[Saved entries]

------------------------------

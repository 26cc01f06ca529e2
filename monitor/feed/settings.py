"""What the site file says of books and of the files in the drop."""

from __future__ import annotations

from collections.abc import Mapping

from monitor.feed.names import DEFAULT_PATTERNS
from monitor.reading.document import Document
from monitor.reading.fields import Calendar, Currency, FilePath, Id, Line
from monitor.reading.shapes import Shape
from monitor.words import FileKind
from monitor.world import Book

RESERVED_BOOKS = ("firm", "any")  # `firm` names all books together, `any` selects every book
LATER_FILES = {
    "actions": "splits and dividends",
    "scenario_pnl": "scenario P&L of another system",
    "manifest": "control totals",
}
LATER_FILE_KEYS = {
    "source": "sources of a file",
    "sources": "sources of a file",
    "columns": "the mapping of columns",
    "mapping": "the mapping of columns",
    "separator": "other separators",
    "manifest": "control totals",
    "tolerance": "tolerance of bad rows",
}


class BookShape(Shape):
    id: Id
    name: Line | None = None
    currency: Currency | None = None
    calendar: Calendar | None = None

    def book(self, base_currency: str, calendar: str | None) -> Book:
        """The book, with the site's currency and calendar where it names none."""
        chosen = self.calendar or calendar
        if chosen is None:
            raise ValueError(f"book {self.id} has no calendar")
        return Book(self.id, self.name or self.id, self.currency or base_currency, chosen)


class FileShape(Shape):
    pattern: FilePath


def read_books(document: Document) -> list[BookShape]:
    """The list `books`; every problem is a finding of the document."""
    made: list[BookShape] = []
    for path in document.items(("books",)):
        shape = document.shape(path, BookShape)
        book = document.data["books"][path[-1]]
        if not isinstance(book, dict):
            continue
        if book.get("id") in RESERVED_BOOKS:
            document.refuse((*path, "id"), f"another id than {' and '.join(RESERVED_BOOKS)}, which have a meaning here")
        if "calendar" not in book and "calendar" not in document.data:
            remedy = "Give the book a calendar, or the site one for all books"
            document.refuse(
                path, "the key 'calendar', an ISO 10383 code such as XLON", "a book without 'calendar'", remedy
            )
        if shape:
            made.append(shape)
    document.refuse_doubled_ids(("books",))
    return made


def read_patterns(document: Document) -> Mapping[FileKind, str]:
    """The pattern of each kind of file: those of `files`, the default for the others."""
    given: dict[FileKind, str] = {}
    kinds = [kind.value for kind in FileKind]
    for kind in document.mapping(("files",)) if document.has(("files",)) else ():
        path = ("files", kind)
        if kind not in kinds:
            document.refuse_key(path, kinds, LATER_FILES)
            continue
        shape = document.shape(path, FileShape, LATER_FILE_KEYS)
        if shape and document.sound((*path, "pattern")):
            given[FileKind(kind)] = shape.pattern
            _check_pattern(document, FileKind(kind), shape.pattern)
    patterns = {kind: given.get(kind, pattern) for kind, pattern in DEFAULT_PATTERNS.items()}
    for kind, pattern in given.items():
        twin = next((other for other in patterns if other is not kind and patterns[other] == pattern), None)
        if twin:
            found = f"the pattern of {twin}, {pattern!r}"
            document.refuse(("files", kind.value, "pattern"), f"a pattern that tells {kind} from {twin}", found)
    return patterns


def _check_pattern(document: Document, kind: FileKind, pattern: str) -> None:
    path = ("files", kind.value, "pattern")
    dated = "{date}" in DEFAULT_PATTERNS[kind]
    bare = pattern.replace("{date}", "", 1)
    if dated is not ("{date}" in pattern) or (dated and "*" in bare):
        expected = "a name with {date} in it once, and no *" if dated else "a name without {date}"
        document.refuse(path, expected, remedy=f"The default is {DEFAULT_PATTERNS[kind]}")
    elif any(character in bare for character in "{}[]?/\\"):
        document.refuse(path, "a file name, in which only {date} and * stand for something")
    elif not pattern.endswith(".csv"):
        document.refuse(path, "a name that ends in .csv", remedy="Other formats are not there yet in this edition")
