"""Who holds what on a date, what each book is worth and what it says it made: from the files of the books."""

from __future__ import annotations

from collections.abc import Mapping
from datetime import date, timedelta

import numpy as np

from monitor.facts import UsedFile
from monitor.feed.calendars import Sessions
from monitor.feed.history import History
from monitor.feed.kinds import NavRow, PnlRow, PositionRows
from monitor.feed.known import Known
from monitor.words import FileKind
from monitor.world import ActualPnl, Book, Firm, Holdings, Instrument, Nav


def collect_holdings(
    on: date, firm: Firm, known: Known, history: History, calendars: Mapping[str, Sessions]
) -> tuple[list[str], Holdings]:
    """The names of the instruments held on a date, and the holdings with instruments numbered by those names.

    On a session of its calendar a book's positions are those of that day's file; on other days those of its last
    session, unless a file of the day gives it. A book that is not given is missing with the reason, never flat.
    """
    lots: dict[tuple[int, str], float] = {}
    missing: dict[str, str] = {}
    for number, book in enumerate(firm.books):
        day = calendars[book.calendar].last(on)
        found = _rows_of(book, on, known, history) or _rows_of(book, day, known, history)
        if found is None:
            missing[book.id] = f"no accepted file gives the positions of {book.id} on {day}"
            continue
        for owner, name, quantity in zip(found.book, found.instrument, found.quantity, strict=True):
            if owner == book.id:
                lots[number, name] = lots.get((number, name), 0.0) + quantity
    held = sorted(key for key, quantity in lots.items() if quantity != 0)
    names = sorted({name for _, name in held})
    place = {name: at for at, name in enumerate(names)}
    return names, Holdings(
        on=on,
        book=np.array([number for number, _ in held], dtype=np.int64),
        instrument=np.array([place[name] for _, name in held], dtype=np.int64),
        quantity=np.array([lots[key] for key in held], dtype=np.float64),
        missing=missing,
    )


def _rows_of(book: Book, day: date, known: Known, history: History) -> PositionRows | None:
    for file in reversed(known.of_day(FileKind.POSITIONS, day)):
        rows = _positions(file, history)
        if book.id in rows.books:
            return rows
    return None


def _positions(file: UsedFile, history: History) -> PositionRows:
    content = history.parsed(file).content
    if not isinstance(content, PositionRows):
        raise TypeError(f"{file.file} holds no positions")
    return content


def latest_nav(
    book: Book, on: date, nav_age: int, known: Known, history: History, calendars: Mapping[str, Sessions]
) -> Nav:
    """The newest NAV dated on or before a date, if it is not older than `nav_age` business days of the book.

    The search goes further back than that, so that the reason can say how old the newest one is.
    """
    since = on - timedelta(days=40 + 2 * nav_age)
    rows = [
        row
        for file in known.files(FileKind.NAV, since=since)
        for row in _nav_rows(file, history)
        if row.book == book.id and row.on <= on
    ]
    if not rows:
        return Nav(None, None, f"no NAV of {book.id} on or before {on} is known")
    _, nav = max(enumerate(rows), key=lambda item: (item[1].on, item[0]))  # of two files for one date the later counts
    age = calendars[book.calendar].count(nav.on, on)
    if age > nav_age:
        return Nav(
            None, nav.on, f"the newest NAV of {book.id} is of {nav.on}, {age} business days old; {nav_age} allowed"
        )
    if nav.nav <= 0:
        return Nav(None, nav.on, f"the NAV of {book.id} of {nav.on} is not positive")
    return Nav(nav.nav, nav.on)


def _nav_rows(file: UsedFile, history: History) -> tuple[NavRow, ...]:
    content = history.parsed(file).content
    return tuple(row for row in content if isinstance(row, NavRow)) if isinstance(content, tuple) else ()


def actual_pnl(known: Known, history: History, first: date, last: date) -> dict[tuple[str, date], ActualPnl]:
    """What each book says it made on the dates from first to last, by book and date; absent where no file says it.

    Of the files for one date the one accepted last counts, whole: a book that it does not name has no P&L then.
    """
    return {
        (row.book, file.day): ActualPnl(row.actual, row.fees, row.intraday)
        for file in known.files(FileKind.PNL, since=first)
        if file.day is not None and file.day <= last
        for row in _pnl_rows(file, history)
    }


def _pnl_rows(file: UsedFile, history: History) -> tuple[PnlRow, ...]:
    content = history.parsed(file).content
    return tuple(row for row in content if isinstance(row, PnlRow)) if isinstance(content, tuple) else ()


def describe(known: Known, history: History) -> dict[str, Instrument]:
    """What the instruments files say of each instrument."""
    described: dict[str, Instrument] = {}
    for file in known.files(FileKind.INSTRUMENTS):
        content = history.parsed(file).content
        if isinstance(content, tuple):
            described.update((item.id, item) for item in content if isinstance(item, Instrument))
    return described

------------------------------

Task description ▸ Please report every line among the entries that includes "each".

Written solution ▸
    """The pattern of each kind of file: those of `files`, the default for the others."""
"""Who holds what on a date, what each book is worth and what it says it made: from the files of the books."""
    """What each book says it made on the dates from first to last, by book and date; absent where no file says it.
    """What the instruments files say of each instrument."""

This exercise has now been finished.